Repeat all of the entries, please, keeping each line exact.
*** Provided material
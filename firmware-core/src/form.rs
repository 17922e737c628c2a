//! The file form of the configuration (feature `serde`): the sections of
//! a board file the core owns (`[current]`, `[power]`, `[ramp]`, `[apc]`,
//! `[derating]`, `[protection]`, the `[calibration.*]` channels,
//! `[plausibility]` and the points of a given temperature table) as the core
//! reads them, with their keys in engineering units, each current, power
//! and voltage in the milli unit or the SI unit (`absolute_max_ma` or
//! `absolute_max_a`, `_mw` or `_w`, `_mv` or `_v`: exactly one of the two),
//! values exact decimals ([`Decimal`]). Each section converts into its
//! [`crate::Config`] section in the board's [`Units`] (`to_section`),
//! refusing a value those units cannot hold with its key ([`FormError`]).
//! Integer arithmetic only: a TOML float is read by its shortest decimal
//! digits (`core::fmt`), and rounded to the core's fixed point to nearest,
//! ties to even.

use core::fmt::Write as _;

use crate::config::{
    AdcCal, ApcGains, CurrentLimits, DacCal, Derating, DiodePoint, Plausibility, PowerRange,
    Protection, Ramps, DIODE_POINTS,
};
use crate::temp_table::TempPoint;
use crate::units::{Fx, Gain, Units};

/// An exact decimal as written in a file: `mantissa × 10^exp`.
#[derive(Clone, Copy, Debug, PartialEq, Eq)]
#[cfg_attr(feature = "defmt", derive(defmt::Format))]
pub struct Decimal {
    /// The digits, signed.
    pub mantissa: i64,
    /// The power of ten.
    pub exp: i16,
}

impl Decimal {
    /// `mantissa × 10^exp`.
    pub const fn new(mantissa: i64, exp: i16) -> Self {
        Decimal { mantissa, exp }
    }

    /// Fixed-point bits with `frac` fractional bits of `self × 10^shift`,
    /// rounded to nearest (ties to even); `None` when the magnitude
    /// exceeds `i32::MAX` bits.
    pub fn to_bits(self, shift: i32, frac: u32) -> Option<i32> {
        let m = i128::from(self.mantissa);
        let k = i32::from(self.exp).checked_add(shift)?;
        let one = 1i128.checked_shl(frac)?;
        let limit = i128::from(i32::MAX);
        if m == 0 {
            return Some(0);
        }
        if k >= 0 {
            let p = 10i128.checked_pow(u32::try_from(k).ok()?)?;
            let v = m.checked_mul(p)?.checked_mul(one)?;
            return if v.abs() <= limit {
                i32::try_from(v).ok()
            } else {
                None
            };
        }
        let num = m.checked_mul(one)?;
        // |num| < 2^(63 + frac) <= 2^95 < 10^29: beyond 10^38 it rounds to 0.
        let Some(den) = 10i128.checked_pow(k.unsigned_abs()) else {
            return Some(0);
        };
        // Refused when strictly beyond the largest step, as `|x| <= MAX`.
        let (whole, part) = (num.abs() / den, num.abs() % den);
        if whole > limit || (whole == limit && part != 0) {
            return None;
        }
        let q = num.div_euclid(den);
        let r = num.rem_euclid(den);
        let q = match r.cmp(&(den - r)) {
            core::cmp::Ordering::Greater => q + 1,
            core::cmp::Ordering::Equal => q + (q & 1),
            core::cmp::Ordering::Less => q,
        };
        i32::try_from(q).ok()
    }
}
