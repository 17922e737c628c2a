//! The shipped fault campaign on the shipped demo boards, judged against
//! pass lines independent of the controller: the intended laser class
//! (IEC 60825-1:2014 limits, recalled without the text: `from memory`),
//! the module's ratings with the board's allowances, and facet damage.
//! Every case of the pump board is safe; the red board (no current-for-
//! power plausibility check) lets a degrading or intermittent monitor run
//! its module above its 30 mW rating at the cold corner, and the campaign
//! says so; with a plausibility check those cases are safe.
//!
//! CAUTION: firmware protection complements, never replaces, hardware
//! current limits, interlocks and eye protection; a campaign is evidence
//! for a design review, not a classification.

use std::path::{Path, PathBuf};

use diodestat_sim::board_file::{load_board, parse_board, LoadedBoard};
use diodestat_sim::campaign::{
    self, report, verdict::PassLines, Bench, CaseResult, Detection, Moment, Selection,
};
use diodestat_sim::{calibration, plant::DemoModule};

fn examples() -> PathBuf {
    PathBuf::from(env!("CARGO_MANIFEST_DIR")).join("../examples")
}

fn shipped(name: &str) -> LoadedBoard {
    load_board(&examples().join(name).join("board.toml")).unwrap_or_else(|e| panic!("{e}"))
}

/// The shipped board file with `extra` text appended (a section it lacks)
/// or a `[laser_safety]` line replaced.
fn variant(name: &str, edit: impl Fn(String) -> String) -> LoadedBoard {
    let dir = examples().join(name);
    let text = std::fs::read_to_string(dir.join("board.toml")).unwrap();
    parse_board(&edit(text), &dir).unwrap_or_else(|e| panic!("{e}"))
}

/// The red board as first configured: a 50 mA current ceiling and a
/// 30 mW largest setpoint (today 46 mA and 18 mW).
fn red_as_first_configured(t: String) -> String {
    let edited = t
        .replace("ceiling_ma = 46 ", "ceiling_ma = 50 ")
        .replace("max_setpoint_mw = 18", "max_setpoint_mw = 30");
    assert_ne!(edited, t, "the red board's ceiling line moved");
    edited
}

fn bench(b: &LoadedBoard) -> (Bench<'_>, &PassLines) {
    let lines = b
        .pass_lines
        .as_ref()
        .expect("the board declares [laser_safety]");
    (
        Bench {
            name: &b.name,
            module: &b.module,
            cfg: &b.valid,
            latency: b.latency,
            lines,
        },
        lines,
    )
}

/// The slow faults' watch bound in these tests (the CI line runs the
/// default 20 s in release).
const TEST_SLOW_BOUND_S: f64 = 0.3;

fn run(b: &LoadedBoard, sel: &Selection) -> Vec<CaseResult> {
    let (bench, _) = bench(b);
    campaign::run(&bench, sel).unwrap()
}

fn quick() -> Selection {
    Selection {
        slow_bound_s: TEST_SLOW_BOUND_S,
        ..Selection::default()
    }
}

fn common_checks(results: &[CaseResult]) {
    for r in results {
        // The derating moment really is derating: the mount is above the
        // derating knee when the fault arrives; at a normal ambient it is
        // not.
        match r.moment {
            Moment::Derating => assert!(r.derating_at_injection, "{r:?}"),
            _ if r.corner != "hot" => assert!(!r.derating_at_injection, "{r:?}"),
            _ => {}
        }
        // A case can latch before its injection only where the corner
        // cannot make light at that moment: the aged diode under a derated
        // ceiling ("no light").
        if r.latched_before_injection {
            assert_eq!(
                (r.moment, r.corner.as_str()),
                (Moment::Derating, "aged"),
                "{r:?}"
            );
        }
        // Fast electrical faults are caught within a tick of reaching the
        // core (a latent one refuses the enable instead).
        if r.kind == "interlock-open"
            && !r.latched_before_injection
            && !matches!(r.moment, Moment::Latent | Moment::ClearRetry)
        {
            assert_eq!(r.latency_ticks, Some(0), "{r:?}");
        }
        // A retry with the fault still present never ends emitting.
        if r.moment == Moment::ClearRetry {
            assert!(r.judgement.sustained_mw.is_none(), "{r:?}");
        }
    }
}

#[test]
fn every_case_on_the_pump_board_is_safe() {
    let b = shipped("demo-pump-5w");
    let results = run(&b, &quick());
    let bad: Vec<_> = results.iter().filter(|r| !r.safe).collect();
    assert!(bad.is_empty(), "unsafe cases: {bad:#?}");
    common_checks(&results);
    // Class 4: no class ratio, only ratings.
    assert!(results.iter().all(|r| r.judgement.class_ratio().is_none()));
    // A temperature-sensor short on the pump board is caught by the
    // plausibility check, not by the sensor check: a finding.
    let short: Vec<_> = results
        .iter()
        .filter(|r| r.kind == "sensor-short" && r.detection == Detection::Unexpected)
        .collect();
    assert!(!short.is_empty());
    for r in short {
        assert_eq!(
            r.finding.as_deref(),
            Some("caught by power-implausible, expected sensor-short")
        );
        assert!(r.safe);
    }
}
******
* Exercise solution *
filename firmware-core/src/form.rs
repository 17922e737c628c2a
//! The file form of the configuration (feature `serde`): the sections of
//! a board file the core owns (`[current]`, `[power]`, `[ramp]`, `[apc]`,
//! `[derating]`, `[protection]`, the `[calibration.*]` channels,
//! `[plausibility]` and the points of a given temperature table) as the core
//! reads them, with their keys in engineering units, each current, power
//! and voltage in the milli unit or the SI unit (`absolute_max_ma` or
//! `absolute_max_a`, `_mw` or `_w`, `_mv` or `_v`: exactly one of the two),
//! values exact decimals ([`Decimal`]). Each section converts into its
//! [`crate::Config`] section in the board's [`Units`] (`to_section`),
//! refusing a value those units cannot hold with its key ([`FormError`]).
//! Integer arithmetic only: a TOML float is read by its shortest decimal
//! digits (`core::fmt`), and rounded to the core's fixed point to nearest,
//! ties to even.

use core::fmt::Write as _;

use crate::config::{
    AdcCal, ApcGains, CurrentLimits, DacCal, Derating, DiodePoint, Plausibility, PowerRange,
    Protection, Ramps, DIODE_POINTS,
};
use crate::temp_table::TempPoint;
use crate::units::{Fx, Gain, Units};

/// An exact decimal as written in a file: `mantissa × 10^exp`.
#[derive(Clone, Copy, Debug, PartialEq, Eq)]
#[cfg_attr(feature = "defmt", derive(defmt::Format))]
pub struct Decimal {
    /// The digits, signed.
    pub mantissa: i64,
    /// The power of ten.
    pub exp: i16,
}

impl Decimal {
    /// `mantissa × 10^exp`.
    pub const fn new(mantissa: i64, exp: i16) -> Self {
        Decimal { mantissa, exp }
    }

    /// Fixed-point bits with `frac` fractional bits of `self × 10^shift`,
    /// rounded to nearest (ties to even); `None` when the magnitude
    /// exceeds `i32::MAX` bits.
    pub fn to_bits(self, shift: i32, frac: u32) -> Option<i32> {
        let m = i128::from(self.mantissa);
        let k = i32::from(self.exp).checked_add(shift)?;
        let one = 1i128.checked_shl(frac)?;
        let limit = i128::from(i32::MAX);
        if m == 0 {
            return Some(0);
        }
        if k >= 0 {
            let p = 10i128.checked_pow(u32::try_from(k).ok()?)?;
            let v = m.checked_mul(p)?.checked_mul(one)?;
            return if v.abs() <= limit {
                i32::try_from(v).ok()
            } else {
                None
            };
        }
        let num = m.checked_mul(one)?;
        // |num| < 2^(63 + frac) <= 2^95 < 10^29: beyond 10^38 it rounds to 0.
        let Some(den) = 10i128.checked_pow(k.unsigned_abs()) else {
            return Some(0);
        };
        // Refused when strictly beyond the largest step, as `|x| <= MAX`.
        let (whole, part) = (num.abs() / den, num.abs() % den);
        if whole > limit || (whole == limit && part != 0) {
            return None;
        }
        let q = num.div_euclid(den);
        let r = num.rem_euclid(den);
        let q = match r.cmp(&(den - r)) {
            core::cmp::Ordering::Greater => q + 1,
            core::cmp::Ordering::Equal => q + (q & 1),
            core::cmp::Ordering::Less => q,
        };
        i32::try_from(q).ok()
    }
}
repository 17922e737c628c2a
//! The shipped fault campaign on the shipped demo boards, judged against
//! pass lines independent of the controller: the intended laser class
//! (IEC 60825-1:2014 limits, recalled without the text: `from memory`),
//! the module's ratings with the board's allowances, and facet damage.
//! Every case of the pump board is safe; the red board (no current-for-
//! power plausibility check) lets a degrading or intermittent monitor run
//! its module above its 30 mW rating at the cold corner, and the campaign
//! says so; with a plausibility check those cases are safe.
//!
//! CAUTION: firmware protection complements, never replaces, hardware
//! current limits, interlocks and eye protection; a campaign is evidence
//! for a design review, not a classification.

use std::path::{Path, PathBuf};

use diodestat_sim::board_file::{load_board, parse_board, LoadedBoard};
use diodestat_sim::campaign::{
    self, report, verdict::PassLines, Bench, CaseResult, Detection, Moment, Selection,
};
use diodestat_sim::{calibration, plant::DemoModule};

fn examples() -> PathBuf {
    PathBuf::from(env!("CARGO_MANIFEST_DIR")).join("../examples")
}

fn shipped(name: &str) -> LoadedBoard {
    load_board(&examples().join(name).join("board.toml")).unwrap_or_else(|e| panic!("{e}"))
}

/// The shipped board file with `extra` text appended (a section it lacks)
/// or a `[laser_safety]` line replaced.
fn variant(name: &str, edit: impl Fn(String) -> String) -> LoadedBoard {
    let dir = examples().join(name);
    let text = std::fs::read_to_string(dir.join("board.toml")).unwrap();
    parse_board(&edit(text), &dir).unwrap_or_else(|e| panic!("{e}"))
}

/// The red board as first configured: a 50 mA current ceiling and a
/// 30 mW largest setpoint (today 46 mA and 18 mW).
fn red_as_first_configured(t: String) -> String {
    let edited = t
        .replace("ceiling_ma = 46 ", "ceiling_ma = 50 ")
        .replace("max_setpoint_mw = 18", "max_setpoint_mw = 30");
    assert_ne!(edited, t, "the red board's ceiling line moved");
    edited
}

fn bench(b: &LoadedBoard) -> (Bench<'_>, &PassLines) {
    let lines = b
        .pass_lines
        .as_ref()
        .expect("the board declares [laser_safety]");
    (
        Bench {
            name: &b.name,
            module: &b.module,
            cfg: &b.valid,
            latency: b.latency,
            lines,
        },
        lines,
    )
}

/// The slow faults' watch bound in these tests (the CI line runs the
/// default 20 s in release).
const TEST_SLOW_BOUND_S: f64 = 0.3;

fn run(b: &LoadedBoard, sel: &Selection) -> Vec<CaseResult> {
    let (bench, _) = bench(b);
    campaign::run(&bench, sel).unwrap()
}

fn quick() -> Selection {
    Selection {
        slow_bound_s: TEST_SLOW_BOUND_S,
        ..Selection::default()
    }
}

fn common_checks(results: &[CaseResult]) {
    for r in results {
        // The derating moment really is derating: the mount is above the
        // derating knee when the fault arrives; at a normal ambient it is
        // not.
        match r.moment {
            Moment::Derating => assert!(r.derating_at_injection, "{r:?}"),
            _ if r.corner != "hot" => assert!(!r.derating_at_injection, "{r:?}"),
            _ => {}
        }
        // A case can latch before its injection only where the corner
        // cannot make light at that moment: the aged diode under a derated
        // ceiling ("no light").
        if r.latched_before_injection {
            assert_eq!(
                (r.moment, r.corner.as_str()),
                (Moment::Derating, "aged"),
                "{r:?}"
            );
        }
        // Fast electrical faults are caught within a tick of reaching the
        // core (a latent one refuses the enable instead).
        if r.kind == "interlock-open"
            && !r.latched_before_injection
            && !matches!(r.moment, Moment::Latent | Moment::ClearRetry)
        {
            assert_eq!(r.latency_ticks, Some(0), "{r:?}");
        }
        // A retry with the fault still present never ends emitting.
        if r.moment == Moment::ClearRetry {
            assert!(r.judgement.sustained_mw.is_none(), "{r:?}");
        }
    }
}

#[test]
fn every_case_on_the_pump_board_is_safe() {
    let b = shipped("demo-pump-5w");
    let results = run(&b, &quick());
    let bad: Vec<_> = results.iter().filter(|r| !r.safe).collect();
    assert!(bad.is_empty(), "unsafe cases: {bad:#?}");
    common_checks(&results);
    // Class 4: no class ratio, only ratings.
    assert!(results.iter().all(|r| r.judgement.class_ratio().is_none()));
    // A temperature-sensor short on the pump board is caught by the
    // plausibility check, not by the sensor check: a finding.
    let short: Vec<_> = results
        .iter()
        .filter(|r| r.kind == "sensor-short" && r.detection == Detection::Unexpected)
        .collect();
    assert!(!short.is_empty());
    for r in short {
        assert_eq!(
            r.finding.as_deref(),
            Some("caught by power-implausible, expected sensor-short")
        );
        assert!(r.safe);
    }
}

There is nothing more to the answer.